Hi everyone,
I've installed the Splunk Add-on for Checkpoint OPSEC LEA v.3.1.0 on Splunk Enterprise v.6.2.4.
The version of the firewall is R77.30, but on the requirements I can see the upper version indicated i R77.
Does anyone know if version R77.30 is also supported?
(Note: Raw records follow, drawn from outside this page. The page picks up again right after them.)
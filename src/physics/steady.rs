//! Steady 1D conduction through a layered stack with surface films.
//!
//! Method. The flux q (W/m², positive from the top face towards the bottom face) is the same
//! at every depth. Inside a homogeneous layer the Kirchhoff transform Φ(T) = ∫₀ᵀ k dθ is
//! linear in depth (see [`crate::physics::materials::law`]), so given q and the temperature at the top
//! of a layer, the temperature at its bottom follows exactly: Φ(T_b) = Φ(T_t) − q d. Films
//! give T_surface = T_air − q/h. Marching from the top face yields the temperature the bottom
//! face would have; that is strictly decreasing in q, so q is found by a bracketed bisection
//! to machine precision. Because each layer's law holds both branches (frozen below 0 °C,
//! unfrozen above), a soil whose 0 °C plane moves when its conductivity changes is solved
//! self-consistently: the iteration is over q, and the frozen part of each layer follows.
//!
//! For constant conductivities the result is the series-resistance formula
//! q = ΔT / (1/h_top + Σ dᵢ/kᵢ + 1/h_bottom) (Incropera & DeWitt, Fundamentals of Heat and
//! Mass Transfer, ch. 3, standard), which the tests check.
//!
//! Valid for conduction only: no convection inside layers, no radiation across air gaps, no
//! moisture or vapour transport, and water freezing at exactly 0 °C.
//!
//! No separate iteration on the position of a 0 °C plane is needed: the frozen and unfrozen
//! parts of a soil follow from the march, and the answer is self-consistent by
//! construction. The property test
//! `flux_is_the_same_through_every_layer_and_the_profile_is_monotone` (`tests/steady.rs`)
//! checks that the flux computed independently from each layer's end temperatures, and
//! through each film, equals q to 1e-8.
//!
//! The result ([`SteadyResult`]) gives each layer's state ([`LayerState`]: frozen,
//! unfrozen, partly frozen, or without water that freezes), every 0 °C plane
//! ([`ZeroPlane`]) and the exact temperature at any depth
//! ([`SteadyResult::temperature_at`]); [`snow_band`] solves the same stack with every snow
//! regression, for the spread the results show.

use crate::physics::error::{InputErrors, Warning};
use crate::physics::materials::{Family, Material, SnowRegression};
use crate::physics::stack::{Boundary, ResolvedStack, Stack};
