impl UnfrozenWater {
    /// Liquid share of the pore water at temperature `t_c` (1 at and above 0 °C).
    pub fn liquid_share(&self, t_c: f64) -> f64 {
        if t_c >= 0.0 {
            return 1.0;
        }
        ((self.alpha / self.total) * (-t_c).powf(self.beta)).min(1.0)
    }

    /// d(liquid share)/dT, per K (≥ 0).
    pub fn liquid_share_slope(&self, t_c: f64) -> f64 {
        if t_c >= 0.0 {
            return 0.0;
        }
        let theta = -t_c;
        let share = (self.alpha / self.total) * theta.powf(self.beta);
        if share >= 1.0 {
            0.0
        } else {
            -(self.alpha / self.total) * self.beta * theta.powf(self.beta - 1.0)
        }
    }
}

/// How one cell stores heat.
#[derive(Debug, Clone, Copy, PartialEq)]
pub enum Phase {
    /// No freezable water.
    Inert {
        c_frozen: f64,
        c_unfrozen: f64,
        law: ConductivityLaw,
    },
    /// Water that freezes at 0 °C.
    Isothermal {
        c_frozen: f64,
        c_unfrozen: f64,
        latent: f64,
        law: ConductivityLaw,
    },
    /// Water that freezes over a range of temperature.
    Range {
        c_frozen: f64,
        c_unfrozen: f64,
        latent: f64,
        law: ConductivityLaw,
        curve: UnfrozenWater,
    },
    /// A cell of the snow cover: ice (with air, which stores a negligible share of the heat)
    /// of bulk density ρ, conductivity `conductivity` from the run's snow regression.
    ///
    /// - Below 0 °C the volumetric heat capacity is ρ c_ice(T), c_ice the fit of
    ///   [`ice::ice_specific_heat_j_kg_k`] (Dorsey 1940 via Yen 1981; dry snow stores heat
    ///   as its ice, model reference §1). It is taken constant over bands of
    ///   [`SNOW_CAPACITY_BAND_K`] (c_ice at the band's middle), so that H(T) is exact at every
    ///   band edge, piecewise linear between, and off by at most ρ c₁ B²/8 (3.6 J/kg, 0.002 K)
    ///   inside a band; c_ice itself changes by 0.7 % across a band. Piecewise-linear T(H) lets
    ///   a Newton pass that stays within a band be exact, as for the other phases.
    /// - At 0 °C the ice melts: H from 0 to ρ L_f, L_f = 333.4 kJ/kg
    ///   ([`ice::LATENT_HEAT_FUSION_J_PER_KG`], IAPWS), with the meltwater held in the cell
    ///   (no percolation).
    /// - Above, H = ρ L_f + ρ c_w T: the ice of the cell has all melted. Real meltwater drains
    ///   and the snow is gone; here the depth is prescribed by the climate, so this state
    ///   only arises where the climate keeps snow the energy has melted. Conductivity stays
    ///   the snow's.
    ///
    /// At exactly 0 °C [`Phase::enthalpy`] gives frozen snow (H = 0). Valid for dry seasonal
    /// snow about −60 °C to 0 °C; no vapour transport, no compaction heat, no radiation
    /// absorbed inside the pack.
    Snow {
        density_kg_m3: f64,
        conductivity: f64,
    },
}
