#[test]
fn layered_berggren_follows_the_procedure_step_by_step() {
    // TM 5-852-6 layered procedure (recalled, from memory; see the doc comment), redone by
    // hand here: a drier layer over a wetter one of the same k and C. Layer 1 takes
    // nF₁ = L₁ d₁ (d₁/2k)/λ₁², λ₁ from the means of layer 1; the frozen part x of layer 2
    // solves L₂ x (d₁/k + x/2k)/λ₂² = nF − nF₁ with λ₂ from the means down to d₁ + x.
    let dry = BerggrenLayer {
        thickness_m: 0.4,
        k_w_m_k: 1.6,
        latent_j_m3: 3.0e7,
        c_j_m3k: 2.0e6,
    };
    let wet = BerggrenLayer {
        latent_j_m3: 1.4e8,
        thickness_m: 2.0,
        ..dry
    };
    let (n, fi, mat, season) = (0.7, 1000.0 * DAY, 5.0, 120.0 * DAY);
    let out = modified_berggren_layered(&[dry, wet], n, fi, mat, season).unwrap();
    let nf = n * fi;
    let v_s = nf / season;
    let alpha = thermal_ratio(mat, nf, season);
    assert_rel(out.alpha, alpha, 1e-15, "α");
    let lam1 = berggren_lambda(alpha, fusion_parameter(dry.c_j_m3k, v_s, dry.latent_j_m3)).unwrap();
    let k = dry.k_w_m_k;
    let nf1 = dry.latent_j_m3 * dry.thickness_m * (dry.thickness_m / (2.0 * k)) / (lam1 * lam1);
    assert_eq!(out.partial_index_k_s.len(), 2);
    assert_rel(out.partial_index_k_s[0], nf1, 1e-13, "index of layer 1");
    assert_rel(
        out.partial_index_k_s[1],
        nf - nf1,
        1e-13,
        "index left for layer 2",
    );
    let x = out.depth_m - dry.thickness_m;
    assert!(x > 0.0 && x < wet.thickness_m, "front in layer 2");
    let l_bar = (dry.latent_j_m3 * dry.thickness_m + wet.latent_j_m3 * x) / out.depth_m;
    let lam2 = berggren_lambda(alpha, fusion_parameter(dry.c_j_m3k, v_s, l_bar)).unwrap();
    assert_rel(out.lambda, lam2, 1e-13, "λ of the last layer");
    let need = wet.latent_j_m3 * x * (dry.thickness_m / k + x / (2.0 * k)) / (lam2 * lam2);
    assert_rel(need, nf - nf1, 1e-12, "layer 2 balance");
    // More latent heat below can only make the front shallower than in the dry soil alone.
    let d_dry = modified_berggren_layered(&[dry], n, fi, mat, season).unwrap();
    assert!(out.depth_m < d_dry.depth_m);
}

// ---------------------------------------------------------------------------------------
// Periodic surface temperature
// ---------------------------------------------------------------------------------------

fn annual() -> PeriodicSurface {
    PeriodicSurface {
        mean_c: 4.0,
        amplitude_k: 12.0,
        period_s: 365.0 * DAY,
        diffusivity_m2_s: 8.0e-7,
        phase_rad: 0.3,
    }
}

#[test]
fn periodic_amplitude_and_lag_from_the_field_itself() {
    // Carslaw & Jaeger 1959 §2.6: amplitude A e^{−z/d}, lag z/d. Measured here by sampling
    // temperature_c over one period at each depth (20 000 samples: the peak value is found
    // to (π/10⁴)²/2 ≈ 5e-8 relative; its time to a period/20 000).
    let p = annual();
    let d = p.damping_depth_m();
    assert_rel(
        d,
        (2.0 * p.diffusivity_m2_s * p.period_s / (2.0 * std::f64::consts::PI)).sqrt(),
        1e-15,
        "d = √(2a/ω)",
    );
    let n = 20_000;
    let peak = |z: f64| {
        (0..n)
            .map(|i| {
                let t = p.period_s * i as f64 / n as f64;
                (t, p.temperature_c(z, t))
            })
            .fold((0.0, f64::MIN), |a, b| if b.1 > a.1 { b } else { a })
    };
    let (t0, max0) = peak(0.0);
    assert_rel(max0 - p.mean_c, p.amplitude_k, 1e-7, "surface amplitude");
    for z in [0.5, 2.0, 5.0] {
        let (tz, maxz) = peak(z);
        assert_rel(maxz - p.mean_c, p.amplitude_at_k(z), 1e-7, "amplitude at z");
        assert_rel(
            p.amplitude_at_k(z) / p.amplitude_k,
            (-z / d).exp(),
            1e-14,
            "e^{−z/d}",
        );
        let lag = (tz - t0).rem_euclid(p.period_s);
        assert_abs(lag, p.time_lag_s(z), 2.0 * p.period_s / n as f64, "lag");
    }
}

#[test]
fn periodic_field_satisfies_the_heat_equation() {
    // ∂T/∂t = a ∂²T/∂z², central differences (h_z = d/1000, h_t = period/10⁵), 1e-5
    // relative to the largest term in the comparison.
    let p = annual();
    let d = p.damping_depth_m();
    let (hz, ht) = (d / 1000.0, p.period_s / 1e5);
    for z in [0.2, 1.0, 3.0] {
        for t in [0.0, 40.0 * DAY, 200.0 * DAY] {
            let tzz = (p.temperature_c(z + hz, t) - 2.0 * p.temperature_c(z, t)
                + p.temperature_c(z - hz, t))
                / (hz * hz);
            let tt = (p.temperature_c(z, t + ht) - p.temperature_c(z, t - ht)) / (2.0 * ht);
            let scale = p.amplitude_at_k(z) * p.angular_frequency_rad_s();
            assert_abs(tt, p.diffusivity_m2_s * tzz, 1e-5 * scale, "heat equation");
        }
    }
}

#[test]
fn periodic_depth_reaching_zero() {
    // Lowest temperature at depth z is T_m − A e^{−z/d}; at the returned depth it is the
    // threshold (1e-12 K).
    let p = annual();
    let z = p.depth_reaching_m(0.0).unwrap();
    assert_abs(
        p.mean_c - p.amplitude_at_k(z),
        0.0,
        1e-12,
        "min T = 0 °C there",
    );
    assert!(PeriodicSurface { mean_c: -1.0, ..p }
        .depth_reaching_m(0.0)
        .is_none());
    assert_eq!(
        PeriodicSurface { mean_c: 20.0, ..p }.depth_reaching_m(0.0),
        Some(0.0)
    );
}

// ---------------------------------------------------------------------------------------
// Lake ice
// ---------------------------------------------------------------------------------------

#[test]
fn lake_ice_by_stefans_law() {
    // The ideal coefficient is Stefan's law for ice at the air temperature: clear ice
    // k 2.2 W/m/K (handbook value, model reference §2) and ρ_i L = 916.7 × 333.4 kJ
    // (IAPWS, ibid.). Ashton quotes about 3.4 cm/(°C·d)^½ for the ideal case (from
    // memory), so only a loose band 3.3–3.7 on that.
    let l = 916.7 * 333.4e3;
    let ideal = stefan_ice_coefficient_cm_sqrt_cday(2.2, l);
    assert!(ideal > 3.3 && ideal < 3.7, "ideal coefficient {ideal}");
    for fdd in [10.0, 250.0, 1500.0] {
        assert_rel(
            lake_ice_thickness_m(ideal, fdd),
            stefan_depth_m(2.2, l, fdd * DAY),
            1e-13,
            "lake ice with the ideal coefficient = Stefan",
        );
    }
    // Michel 1971 via Ashton (from memory): the field coefficients lie below the ideal.
    let (lo, hi) = LAKE_ICE_COEFFICIENT_AVERAGE_WITH_SNOW;
    assert!(lo < hi && hi < LAKE_ICE_COEFFICIENT_WINDY_NO_SNOW);
    assert!(LAKE_ICE_COEFFICIENT_WINDY_NO_SNOW < ideal);
    // h = α √FDD in cm: 2.7 × √400 = 54 cm.
    assert_rel(
        lake_ice_thickness_m(LAKE_ICE_COEFFICIENT_WINDY_NO_SNOW, 400.0),
        0.54,
        1e-14,
        "2.7 √400 cm",
    );
    assert_eq!(lake_ice_thickness_m(2.0, -3.0), 0.0);
}

// ---------------------------------------------------------------------------------------
// Refusals
// ---------------------------------------------------------------------------------------

#[test]
fn impossible_inputs_are_refused_with_typed_errors() {
    let base = lunardini_soil();
    assert!(matches!(
        NeumannProblem {
            surface_c: 0.0,
            ..base
        }
        .solve(),
        Err(AnalyticError::SurfaceNotBelowFreezing { .. })
    ));
    assert!(matches!(
        NeumannProblem {
            initial_c: -1.0,
            ..base
        }
        .solve(),
        Err(AnalyticError::InitialBelowFreezing { .. })
    ));
    assert!(matches!(
        NeumannProblem {
            k_frozen: 0.0,
            ..base
        }
        .solve(),
        Err(AnalyticError::NotPositive { .. })
    ));
    assert!(matches!(
        NeumannProblem {
            latent_j_m3: f64::NAN,
            ..base
        }
        .solve(),
        Err(AnalyticError::NotFinite { .. })
    ));
    assert!(matches!(
        one_phase_lambda(0.0),
        Err(AnalyticError::NotPositive { .. })
    ));
    assert!(matches!(
        berggren_lambda(-0.1, 0.5),
        Err(AnalyticError::NegativeThermalRatio { .. })
    ));
    assert!(matches!(
        modified_berggren_depth_m(1.5, 1e8, 1.0, 1000.0 * DAY, -2.0, 150.0 * DAY, 2e6),
        Err(AnalyticError::NegativeThermalRatio { .. })
    ));
    assert!(matches!(
        modified_berggren_layered(&[], 1.0, 1000.0 * DAY, 2.0, 150.0 * DAY),
        Err(AnalyticError::NoLayers)
    ));
    let msg = NeumannProblem {
        surface_c: 1.0,
        ..base
    }
    .solve()
    .unwrap_err()
    .to_string();
    assert!(msg.contains("below the freezing point"), "{msg}");
}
On the opsec_watchdog.log file I always have these three lines:
2015-08-07 15:48:51,821 INFO 22457 140600047077184 Starting exec: ['./lea_loggrabber', '--configentity', 'SplunkLEA', '--appname', 'Splunk_TA_opseclea_linux22']
2015-08-07 15:48:53,073 INFO 22457 140600047077184 got ret code 1
2015-08-07 15:48:54,074 INFO 22457 140600047077184 process crashed (1), restarting
The response I've gotten is that 77.30 is not supported, and I've gotten no response as to when it may be supported.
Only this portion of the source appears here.